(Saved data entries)

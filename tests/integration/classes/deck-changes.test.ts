import { afterAll, beforeAll, describe, expect, test } from 'vitest';
import { Card, Lick } from '../../../src/lib/server/db/models/index';
import { createAssignment, updateAssignment } from '../../../src/lib/server/classes/assignments';
import { followDeckEdit } from '../../../src/lib/server/classes/class-cards';
import { createClass } from '../../../src/lib/server/classes/classes';
import { joinByCode, leaveClass } from '../../../src/lib/server/classes/members';
import { updateDeck } from '../../../src/lib/server/library/decks';
import { openTestWorld, type TestWorld } from '../support/world';
import { makeDeck, makeUser } from './world';

/**
 * A deck that is already assigned keeps changing: licks added to it reach the classes' members at
 * once, by the rules of the assignment (its qualities, the lick's place in the deck), on a real
 * SQLite file.
 */

let world: TestWorld;
beforeAll(async () => {
	world = await openTestWorld();
});
afterAll(() => world.close());

const NOW = new Date('2026-03-02T10:00:00Z');
const LATER = new Date('2026-03-05T10:00:00Z');

async function assignedDeck(qualities: string[] = ['m7'], members = 2) {
	const teacher = await makeUser('teacher');
	const created = await createClass(teacher, { name: 'Harbour trio' });
	if (!created.ok) throw new Error(created.message);
	const { deck, licks } = await makeDeck(teacher.id, 2);
	const learners = [];
	for (let i = 0; i < members; i++) {
		const learner = await makeUser('learner');
		expect((await joinByCode(learner, created.class.code)).ok).toBe(true);
		learners.push(learner);
	}
	const made = await createAssignment(
		teacher,
		created.class.id,
		{ deckId: deck.id, startDate: '2026-03-02', newPerDay: 2, keys: ['C', 'F', 'Bb'], qualities },
		NOW
	);
	if (!made.ok) throw new Error(made.message);
	return { teacher, cls: created.class, deck, licks, learners, assignment: made.assignment };
}

async function newLick(authorId: string, homeQuality = '7') {
	return Lick.create({
		authorId,
		title: 'Added later',
		abc: ['X:1', 'T:Added later', 'M:4/4', 'L:1/8', 'K:F', '"F7"FAcA _edcA|'].join('\n'),
		homeKey: 'F',
		homeQuality,
		tempo: 132
	});
}

function cardsOf(userId: string, lickId?: string) {
	return Card.findAll({
		where: lickId ? { userId, lickId } : { userId },
		order: [['newPosition', 'ASC']]
	});
}

describe('a lick added to an assigned deck', () => {
	test('becomes new cards of every member at once: home quality and the assignment’s, at its place in the deck', async () => {
		const { teacher, deck, licks, learners, assignment } = await assignedDeck(['m7', '7']);
		const lick = await newLick(teacher.id);
		// Put in the middle: its place in the deck is its place in the queue.
		await updateDeck(teacher, deck.id, { lickIds: [licks[0].id, lick.id, licks[1].id] }, LATER);
		for (const learner of learners) {
			const cards = await cardsOf(learner.id, lick.id);
			expect(cards.map((c) => [c.quality, c.newPosition])).toEqual([
				['7', 16],
				['m7', 17]
			]);
			expect(
				cards.every(
					(c) =>
						c.assignmentId === assignment.id &&
						c.state === 0 &&
						c.introducedDay === null &&
						c.retiredAt === null &&
						c.due.getTime() === LATER.getTime()
				)
			).toBe(true);
			// The licks already in the deck keep their cards as they were.
			expect(await Card.count({ where: { userId: learner.id } })).toBe(6);
		}
	});

	test('is idempotent: saving the deck again, reordering it or running the step twice makes no second card', async () => {
		const { teacher, deck, licks, learners } = await assignedDeck();
		const lick = await newLick(teacher.id);
		const order = [licks[0].id, licks[1].id, lick.id];
		await updateDeck(teacher, deck.id, { lickIds: order }, LATER);
		await updateDeck(teacher, deck.id, { lickIds: [...order].reverse() }, LATER);
		await world.db.transaction((transaction) =>
			followDeckEdit(deck.id, order, { added: [lick.id], removed: [] }, LATER, transaction)
		);
		await Promise.all(
			[1, 2, 3].map(() =>
				world.db.transaction((transaction) =>
					followDeckEdit(deck.id, order, { added: [lick.id], removed: [] }, LATER, transaction)
				)
			)
		);
		for (const learner of learners) {
			expect(await Card.count({ where: { userId: learner.id, lickId: lick.id } })).toBe(2);
		}
	});

	test('keeps a card the learner already had of that lick (their own, practised) and adds only what is missing', async () => {
		const { teacher, deck, licks, learners } = await assignedDeck(['m7'], 1);
		const lick = await newLick(teacher.id);
		const own = await Card.create({
			userId: learners[0].id,
			lickId: lick.id,
			quality: '7',
			due: NOW,
			state: 2,
			introducedDay: '2026-03-01'
		});
		await updateDeck(teacher, deck.id, { lickIds: [...licks.map((l) => l.id), lick.id] }, LATER);
		const cards = await cardsOf(learners[0].id, lick.id);
		expect(cards.map((c) => [c.quality, c.state, c.id === own.id]).sort()).toEqual([
			['7', 2, true],
			['m7', 0, false]
		]);
		expect(cards.find((c) => c.id === own.id)!.assignmentId).toBeNull();
	});

	test('reaches every class the deck is assigned to, each by its own qualities', async () => {
		const first = await assignedDeck(['m7'], 1);
		const other = await createClass(first.teacher, { name: 'Second room' });
		if (!other.ok) throw new Error(other.message);
		const learner = await makeUser('learner');
		await joinByCode(learner, other.class.code);
		const second = await createAssignment(
			first.teacher,
			other.class.id,
			{ deckId: first.deck.id, startDate: '2026-03-02', newPerDay: 1, qualities: ['maj7'] },
			NOW
		);
		expect(second.ok).toBe(true);
		const lick = await newLick(first.teacher.id);
		await updateDeck(first.teacher, first.deck.id, {
			lickIds: [...first.licks.map((l) => l.id), lick.id]
		});
		expect((await cardsOf(first.learners[0].id, lick.id)).map((c) => c.quality)).toEqual([
			'7',
			'm7'
		]);
		expect((await cardsOf(learner.id, lick.id)).map((c) => c.quality)).toEqual(['7', 'maj7']);
	});

	test('a deck with no assignment, or a change that adds no lick, makes no card', async () => {
		const teacher = await makeUser('teacher');
		const { deck, licks } = await makeDeck(teacher.id, 2);
		const lick = await newLick(teacher.id);
		const before = await Card.count();
		await updateDeck(teacher, deck.id, { lickIds: [...licks.map((l) => l.id), lick.id] });
		expect(await Card.count()).toBe(before);
		const assigned = await assignedDeck();
		const count = await Card.count();
		await updateDeck(assigned.teacher, assigned.deck.id, {
			lickIds: [assigned.licks[1].id, assigned.licks[0].id]
		});
		await updateDeck(assigned.teacher, assigned.deck.id, { name: 'Renamed' });
		expect(await Card.count()).toBe(count);
	});
});

describe('cards put back to work on rejoining', () => {
	test('a quality dropped from the assignment stays retired when the learner leaves and comes back', async () => {
		const { teacher, cls, learners, assignment } = await assignedDeck(['m7'], 1);
		const [learner] = learners;
		await updateAssignment(teacher, assignment.id, { qualities: [] }, NOW);
		await leaveClass(learner, cls.id, NOW);
		await joinByCode(learner, cls.code);
		const cards = await cardsOf(learner.id);
		expect(cards.map((c) => [c.quality, c.retiredAt === null]).sort()).toEqual([
			['7', true],
			['7', true],
			['m7', false],
			['m7', false]
		]);
	});
});

describe('a lick taken out of an assigned deck, or the deck reordered', () => {
	test('retires the members’ still-new cards of that lick; one already introduced stays, and so do its reviews', async () => {
		const { teacher, deck, licks, learners } = await assignedDeck(['m7'], 2);
		const [first, second] = learners;
		// The first learner has already met the second lick over its home quality.
		const met = (await cardsOf(first.id, licks[1].id)).find((c) => c.quality === '7')!;
		await met.update({ state: 2, introducedDay: '2026-03-02', reps: 1 });
		await updateDeck(teacher, deck.id, { lickIds: [licks[0].id] }, LATER);
		for (const learner of [first, second]) {
			const cards = await cardsOf(learner.id, licks[1].id);
			for (const card of cards) {
				if (card.id === met.id) expect(card.retiredAt).toBeNull();
				else expect(card.retiredAt?.getTime()).toBe(LATER.getTime());
			}
			// The lick still in the deck is untouched.
			expect((await cardsOf(learner.id, licks[0].id)).every((c) => c.retiredAt === null)).toBe(
				true
			);
		}
	});

	test('a lick put back comes back to work at its new place', async () => {
		const { teacher, deck, licks, learners } = await assignedDeck(['m7'], 1);
		await updateDeck(teacher, deck.id, { lickIds: [licks[1].id] }, LATER);
		await updateDeck(teacher, deck.id, { lickIds: [licks[1].id, licks[0].id] }, LATER);
		const cards = await cardsOf(learners[0].id);
		expect(cards.map((c) => [c.lickId, c.quality, c.newPosition, c.retiredAt])).toEqual([
			[licks[1].id, '7', 0, null],
			[licks[1].id, 'm7', 1, null],
			[licks[0].id, '7', 16, null],
			[licks[0].id, 'm7', 17, null]
		]);
	});

	test('reordering moves the still-new cards with their licks, each quality in its slot; an introduced card keeps its place', async () => {
		const { teacher, deck, licks, learners } = await assignedDeck(['m7'], 1);
		const [learner] = learners;
		const met = (await cardsOf(learner.id, licks[0].id)).find((c) => c.quality === 'm7')!;
		await met.update({ state: 2, introducedDay: '2026-03-02', reps: 1 });
		const version = (await Card.findByPk(met.id))!.version;
		await updateDeck(teacher, deck.id, { lickIds: [licks[1].id, licks[0].id] }, LATER);
		const positions = Object.fromEntries(
			(await cardsOf(learner.id)).map((c) => [
				`${c.lickId === licks[0].id ? 'a' : 'b'}${c.quality}`,
				c.newPosition
			])
		);
		expect(positions).toEqual({ b7: 0, bm7: 1, a7: 16, am7: 1 });
		// Moving new cards is not a change a review could collide with.
		expect((await Card.findByPk(met.id))!.version).toBe(version);
	});
});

**Directions**. Of the lines above, copy each that contains "startDate".

**Exercise answer**.
		{ deckId: deck.id, startDate: '2026-03-02', newPerDay: 2, keys: ['C', 'F', 'Bb'], qualities },
			{ deckId: first.deck.id, startDate: '2026-03-02', newPerDay: 1, qualities: ['maj7'] },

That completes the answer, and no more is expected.